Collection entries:
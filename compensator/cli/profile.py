"""``compensator profile``: check profiles and list the keys they accept."""

from __future__ import annotations

import sys
from pathlib import Path

from compensator.cli._common import EXIT_OK, EXIT_USAGE, add_json_flag, print_json
from compensator.errors import ProfileError
from compensator.profiles import load_profile
from compensator.profiles.docs import keys_markdown
from compensator.profiles.schema import KINDS

__all__ = ["ORDER", "YAML_SUFFIXES", "register", "run_check", "run_keys"]

ORDER = 10
YAML_SUFFIXES = (".yaml", ".yml")


def register(subparsers) -> None:
    parser = subparsers.add_parser("profile", help="check hardware profiles; list their keys")
    sub = parser.add_subparsers(dest="profile_command", metavar="ACTION")
    sub.required = True
    check = sub.add_parser("check", help="validate profile files; exit 2 listing FILE:LINE: key: reason for each problem")
    check.add_argument("files", nargs="+", metavar="FILE", help="YAML profiles (other files are skipped with a note)")
    add_json_flag(check)
    check.set_defaults(handler=run_check)
    keys = sub.add_parser("keys", help="print every key of a profile kind, with its unit, as Markdown")
    keys.add_argument("--kind", choices=sorted(KINDS), action="append", help="limit to this kind (repeatable)")
    keys.set_defaults(handler=run_keys)


def run_check(args) -> int:
    results, checked, failed = [], 0, 0
    for name in args.files:
        if Path(name).suffix.lower() not in YAML_SUFFIXES and not Path(name).is_dir() and Path(name).exists():
            print(f"compensator: {name}: skipped (not a .yaml/.yml file)", file=sys.stderr)
            results.append({"file": name, "status": "skipped", "problems": []})
            continue
        checked += 1
        try:
            profile = load_profile(name)
        except ProfileError as exc:
            failed += 1
            for problem in exc.problems:
                print(f"compensator: {problem}", file=sys.stderr)
            results.append({"file": name, "status": "invalid",
                            "problems": [{"line": p.line, "key": p.key, "reason": p.reason} for p in exc.problems]})
            continue
        kind = type(profile).__name__.removesuffix("Profile").lower()
        results.append({"file": name, "status": "ok", "kind": kind, "name": profile.name, "sha256": profile.sha256,
                        "problems": []})
        if not args.json:
            print(f"{name}: ok ({kind} {profile.name})")
    if args.json:
        print_json({"profiles": results, "checked": checked, "invalid": failed})
    if checked == 0:
        print("compensator: no YAML profile among the files given", file=sys.stderr)
        return EXIT_USAGE
    return EXIT_USAGE if failed else EXIT_OK


def run_keys(args) -> int:
    sys.stdout.write(keys_markdown(args.kind))
    return EXIT_OK
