def _design(args, profile, kind):
    """Call the one library function for this loop; locate its errors at the option or profile key at fault."""
    from compensator.loops import design, plants
    from compensator.loops.verify import PidGains

    gains = PidGains(args.kp, args.ki, args.kd or 0.0) if args.verify else None
    common = dict(method=None if args.verify else args.method, gains=gains, rate_hz=args.rate_hz, pid=args.pid,
                  ms_max=args.ms, tau_c_s=args.tau_c, include_sampling_delay=not args.ignore_sampling_delay)
    try:
        if kind == "thermal":
            return design.design_cooler_loop(
                profile.cooler, setpoint_temp_c=args.setpoint_temp_c, ambient_temp_c=args.ambient_temp_c,
                current_a=args.current_a, ambient_range_c=args.ambient_range,
                relative_humidity_pct=args.relative_humidity_pct, **common)
        if kind == "board":
            return design.design_bias_loop(profile, regulator_time_constant_s=args.regulator_tau_s, **common)
        if args.rate_hz is None:
            raise usage_error("--rate-hz", f"required with --{kind}")
        if kind == "ultimate":
            common.pop("gains")
            if gains is not None:
                from compensator.loops.tuning import fopdt_from_ultimate

                model = fopdt_from_ultimate(args.static_gain, *args.ultimate)
                common.pop("rate_hz")
                return design.design_model_loop(model, rate_hz=args.rate_hz, gains=gains, kind="ultimate", **common)
            return design.design_ultimate_loop(*args.ultimate, static_gain=args.static_gain, **common)
        try:
            if kind == "fopdt":
                model = plants.FopdtModel(*args.fopdt)
            else:
                k, t1, t2, theta = args.sopdt
                model = plants.SopdtModel(k, max(t1, t2), min(t1, t2), theta)
            plants.model_plant(model)
        except ModelError as exc:
            raise exc.at("<command line>", key=f"--{kind}") from None
        common.pop("rate_hz")
        return design.design_model_loop(model, rate_hz=args.rate_hz, **common)
    except ModelError as exc:
        option = _OPTION_OF_KEY.get(exc.key)
        if option is not None and (option != "--setpoint-temp-c" or args.setpoint_temp_c is not None):
            raise exc.at("<command line>", key=option) from None
        if args.plant and kind in ("thermal", "board"):
            key = {"setpoint_temp_c": "control.setpoint_temp_c", "": ""}.get(exc.key, exc.key)
            raise exc.at(args.plant, key=key) from None
        raise exc.at("<command line>", key=f"--{kind}" if kind in ("fopdt", "sopdt", "ultimate") else "") from None


def _caution(result) -> str:
    if result.kind == "board":
        return ("caution: SiPM bias supplies deliver tens of volts; above 60 V dc a circuit counts as hazardous live "
                "(IEC 61010-1). Test the loop at low voltage first, keep the output limits in hardware, and follow "
                "local codes and licensed practice.")
    c = result.conditions
    if c is None:
        return ""
    return (f"caution: a thermoelectric cooler whose hot side is not on its heat sink heats without limit (thermal "
            f"runaway) and can burn people and parts: never power it unsinked, and cut the current above "
            f"{c.max_hot_temp_c:g} C on the hot side. Keep the cold plate above the dew point plus a margin (dew "
            f"point {c.dew_point_c:.1f} C at {c.point.ambient_temp_c:g} C and {c.relative_humidity_pct:g} % RH; "
            f"margin {c.dew_margin_k:g} K) or condensation will wet the electronics. Local codes and licensed "
            f"practice take precedence over these notes.")


def _emit_defaults(result, profile):
    if result.kind == "thermal":
        return dict(name="cooler_pid", input_per_count=COOLER_INPUT_PER_COUNT_K,
                    output_per_count=COOLER_OUTPUT_PER_COUNT_A, out_min=result.conditions.out_min_a,
                    out_max=result.conditions.out_max_a)
    if result.kind == "board":
        return dict(name="bias_pid", input_per_count=profile.bias_readback.lsb_v, output_per_count=1.0,
                    out_min=0.0, out_max=float(profile.supply.dac.full_scale_code))
    return dict(name="loop_pid")


def _emit_settings(args, result, profile):
    """The scales and limits for --emit-c, refused when they leave no output range."""
    emit = _emit_defaults(result, profile)
    pick = {k: (getattr(args, k) if getattr(args, k) is not None else emit.get(k))
            for k in ("input_per_count", "output_per_count", "out_min", "out_max")}
    for key, value in pick.items():
        if value is None:
            raise usage_error(_flag(key), f"required with --emit-c for a --{result.kind} model")
    lo, hi = sorted((pick["out_min"] / pick["output_per_count"], pick["out_max"] / pick["output_per_count"]))
    if math.floor(hi) - math.ceil(lo) < 1:
        raise usage_error("--output-per-count", (
            f"at {pick['output_per_count']:g} per count the output range {pick['out_min']:g}..{pick['out_max']:g} "
            f"spans fewer than two whole output counts: the PID could only output one value"))
    pick["name"] = args.name or emit["name"]
    return pick


def _targets(args, emit_name, stem):
    out = []
    if args.emit_c:
        out += [Path(args.emit_c) / f"{emit_name}.h", Path(args.emit_c) / f"{emit_name}.c",
                Path(args.emit_c) / f"{emit_name}.image.json"]
    if args.plot:
        out += [Path(args.plot) / f"{stem}-{k}.png" for k in ("bode", "sensitivity", "step")]
    return out


def run(args) -> int:
    profile = None
    if args.plant:
        from compensator.profiles import load_profile

        profile = load_profile(args.plant)
    kind = _source_kind(args, profile)
    args.kind_source = kind
    _check_arguments(args, kind)
    if args.emit_c:
        output_dir(args.emit_c, "C output")
    result = _design(args, profile, kind)
    method = "verify" if result.tuning is None else result.tuning.method
    stem = f"{(result.plant.name if result.plant else 'ultimate').replace(' ', '-')}-{method}{'-pid' if args.pid else ''}"
    emit = _emit_settings(args, result, profile) if args.emit_c else None
    if result.plant is None and args.plot:
        raise usage_error("--plot", "Ku and Pu alone give no model to plot: add --static-gain")
    if not args.force:
        for target in _targets(args, emit["name"] if emit else "", stem):
            if target.exists():
                raise InputError(Problem(str(target), 0, "", "already exists; not overwriting (use --force to "
                                                             "replace it)"))
    caution_text = _caution(result)
    if caution_text:
        caution(f"compensator: {caution_text}")  # printed when the command ends, never with a usage error
    files = []
    if emit:
        files += _emit(args, result, emit, profile)
    if args.plot:
        from compensator.loops.plots import plot_loop

        files += [str(f) for f in plot_loop(args.plot, stem, result.plant, result.gains, result.report,
                                            overwrite=args.force)]
    out = _summary(result, profile, files)
    for f in result.findings:
        print(f"compensator: {f.severity.value}: {f.message}", file=sys.stderr)
    if args.json:
        print_json(out)
    else:
        _print_human(out)
    if result.report is None:
        return EXIT_OK
    return EXIT_OK if result.ok else EXIT_FAILURE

• YOUR TASK:
Identify the lines in the entries that hold "lower" and return each one.

• TASK RESULT:
        if Path(name).suffix.lower() not in YAML_SUFFIXES and not Path(name).is_dir() and Path(name).exists():
        kind = type(profile).__name__.removesuffix("Profile").lower()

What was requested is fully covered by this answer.